皆さん、おはようございます。

【これからの社長夫人は会社経営のプロになれ!】の著者で社長夫人戦力化コンサルタント矢野千寿です。

この売上高営業利益率を計算してみたところ、意外な事実を発見しました。

B社と比較して、安全性の指標でも、総資本経常利益率でもすばらしい数値を示してきたA社。

22期の売上高は2億3404万5000円で、営業利益は884万9000円。

したがって、売上高営業利益率は約3.8%となり、B社に逆転を許しているのです。

いったいどうして、このようなことになったのでしょうか?

おそらくその要因は、販売管理費にあるはずです。

売上高営業利益率が低い要員は2つあります。

売上総利益率が低い場合と、販売管理費が多すぎる場合です。

逆に言えば、売上総利益率を伸ばすか、販売管理費を抑えることができれば改善する可能性があるのです。

売上総利益率については後ほどお話しするので、ここでは販売管理費を減らす方法を考えてみます。

結論から言うと「無駄なお金を使わない」、つまり「節約する」ことに尽きるのです。

販売管理費には一般に人件費、販売費(戦略費)、管理費、設備費が含まれます。


日々の営業活動でお金を使うときには、その経費がどの項目に分類されるかなど、いちいち考えることはないかもしれません。

そこで一度、販売費および一般管理費をすべて洗い出し、科目別、項目別に整理してみましょう。

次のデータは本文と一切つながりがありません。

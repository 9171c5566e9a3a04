/**
 * Findings about the fleet, each with the packs concerned: lots that die early, and models
 * whose draw shifted on a day (a firmware update, say).
 */
import { fitAcceleratedLife } from "../stats/accelerated-life";
import { normalCdf } from "../stats/normal";
import { logRank } from "../stats/survival";
import type { EpochDays } from "../units";
import type { FinishedPack } from "./fleet-prior";

/** False alarms wanted in all tests of one kind together. */
const ALARM = 0.01;
const LEAST_ENDED = 3;
const LEAST_SIDE = 4;
/** Shifts below this are not worth a visit, ln(draw). */
const LEAST_SHIFT = Math.log(1.1);

export interface BadLot {
  readonly kind: "bad-lot";
  readonly lot: string;
  /** Life of its packs relative to the others', and the chance of so clear a gap by luck. */
  readonly lifeFactor: number;
  readonly chance: number;
  readonly packKeys: readonly string[];
}

/** Two-sided chance of a chi-squared (1 degree) this large. */
function chanceOf(chiSquared: number): number {
  return 2 * normalCdf(-Math.sqrt(chiSquared));
}

/**
 * Lots whose packs lived shorter than the rest by a log-rank test on life ratios, at a 1 %
 * chance of any false alarm (Bonferroni), with at least three packs run out.
 */
export function badLots(finished: readonly FinishedPack[]): BadLot[] {
  const lots = new Map<string, FinishedPack[]>();
  for (const pack of finished) {
    if (pack.lot === null || !(pack.lifeRatio > 0)) continue;
    lots.set(pack.lot, [...(lots.get(pack.lot) ?? []), pack]);
  }
  const life = (p: FinishedPack) => ({ time: p.lifeRatio, ended: p.ranOut });
  const findings: BadLot[] = [];
  for (const [lot, packs] of lots) {
    const rest = finished.filter((p) => p.lot !== lot && p.lifeRatio > 0);
    if (packs.filter((p) => p.ranOut).length < LEAST_ENDED || rest.length < LEAST_ENDED) continue;
    const { chiSquared, observed, expected } = logRank(packs.map(life), rest.map(life));
    const chance = chanceOf(chiSquared);
    if (observed[0] <= expected[0] || chance > ALARM / lots.size) continue;
    const fit = fitAcceleratedLife(
      [...packs.map((p) => ({ ...life(p), x: [1] })), ...rest.map((p) => ({ ...life(p), x: [0] }))],
      "log-normal",
    );
    const lifeFactor = Math.exp(fit?.coefficients[1] ?? 0);
    findings.push({
      kind: "bad-lot",
      lot,
      lifeFactor,
      chance,
      packKeys: packs.map((p) => p.packKey),
    });
  }
  return findings.sort((a, b) => a.chance - b.chance);
}

/** What one pack's readings say of its device's draw over a stretch of time. */
export interface DrawObservation {
  readonly packKey: string;
  readonly model: string;
  readonly at: EpochDays;
  /** ln(draw / sheet) and its standard deviation. */
  readonly lnFactor: number;
  readonly sd: number;
}

export interface DrawShift {
  readonly kind: "draw-shift";
  readonly model: string;
  /** First observation after the shift. */
  readonly at: EpochDays;
  /** Draw after over draw before. */
  readonly factor: number;
  /** How well the models' mean factor is known, one standard deviation, as a share. */
  readonly relativeSd: number;
  readonly chance: number;
  /** Packs observed after it. */
  readonly packKeys: readonly string[];
}

/**
 * The clearest step in each model's draw: at every day the weighted means before and after
 * are compared; the best split is told when its chance, corrected for all splits and models,
 * is below 1 % and the step exceeds 10 %. Scatter beyond the stated errors widens them.
 */
export function drawShifts(observations: readonly DrawObservation[]): DrawShift[] {
  const models = new Map<string, DrawObservation[]>();
  for (const o of observations) models.set(o.model, [...(models.get(o.model) ?? []), o]);
  return [...models]
    .flatMap(([model, own]) => clearestStep(model, own, models.size) ?? [])
    .sort((a, b) => a.chance - b.chance);
}

interface Side {
  readonly mean: number;
  readonly variance: number;
  readonly packs: readonly string[];
}

function clearestStep(
  model: string,
  own: readonly DrawObservation[],
  models: number,
): DrawShift | null {
  const sorted = [...own].sort((a, b) => a.at - b.at);
  let best: DrawShift | null = null;
  for (let k = 1; k < sorted.length; k++) {
    if (sorted[k]!.at === sorted[k - 1]!.at) continue;
    const before = side(sorted.slice(0, k));
    const after = side(sorted.slice(k));
    if (before.packs.length < LEAST_SIDE || after.packs.length < LEAST_SIDE) continue;
    const step = after.mean - before.mean;
    const chance =
      chanceOf(step ** 2 / (before.variance + after.variance)) * sorted.length * models;
    if (Math.abs(step) < LEAST_SHIFT || chance > ALARM || (best && chance >= best.chance)) continue;
    best = {
      kind: "draw-shift",
      model,
      at: sorted[k]!.at,
      factor: Math.exp(step),
      relativeSd: Math.sqrt(before.variance + after.variance),
      chance: Math.min(1, chance),
      packKeys: after.packs,
    };
  }
  return best;
}

function side(observations: readonly DrawObservation[]): Side {
  let sum = 0;
  let total = 0;
  for (const { lnFactor, sd } of observations) {
    total += 1 / sd ** 2;
    sum += lnFactor / sd ** 2;
  }
  const mean = sum / total;
  const chi = observations.reduce((s, o) => s + ((o.lnFactor - mean) / o.sd) ** 2, 0);
  const excess = Math.max(1, chi / Math.max(1, observations.length - 1));
  return {
    mean,
    variance: excess / total,
    packs: [...new Set(observations.map((o) => o.packKey))],
  };
}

科目ごとの経費を比較したり、予算や前年の実績値と比較すれば、無駄な支出を発見しやすくなるはずです。

経費には大きく分けて「攻めの経費」と「守りの経費」があります。

製造業で言えば研究費や開発費などは攻めの経費の代表ですが、販売費のなかでも広告宣伝費、販売促進費、交際費などもやはり攻めの経費です。

私はこれらの経費を「種まき費用」と呼んでいます。

大きな成果をもたらしてくれるかもしれない未来への投資なのです。

したがって、多少の無理はしてでも確保すべきでしょう。

無計画な投資や、投資しっぱなしの放漫経営は危険ですが、まったく投資をしない経営も危険です。

節約しなければならないのは、守りの経費です。

管理費のなかの事務消耗品費、備品消耗品費、通信費その他、社内管埋にかかる費用はできるだけ切り詰め、無駄を排除していかなければなりません。

さて、A社とB社の販売費および一般管理費の割合を見ると、たしかに内容も金額も大きく違っていました。

両社の売上はほぼ同じですが、A社が販売管理費に6473万3000円かけているのに対し、B社は3406万4000円。

人件費も、販売費も、管理費も、設術費も、A社のほうがはるかに多いことがわかりました。

一見、B社のほうが効率のよい経営をしているように見えますが、実際のところはA社の販売管理費が多過ぎるといったほうがよいでしょう。

たとえば人件費に注目してみると、B社が売上対比7.1%の1707万4000円なのに対し、A社では15.7%に当たる3668万6000円。

人件費の比率が大きいということは、それだけ社員を大切にしている証拠と考えられます。

また末来投資のための販売費も積極的に取り込んでいるといえます。

しかし、財務体質が安定し、資金に余裕がある今だからこそできること。

将来のことを考えれば、同じ販売管理費でも、攻めの経費に重点を移していく必要があるかもしれません。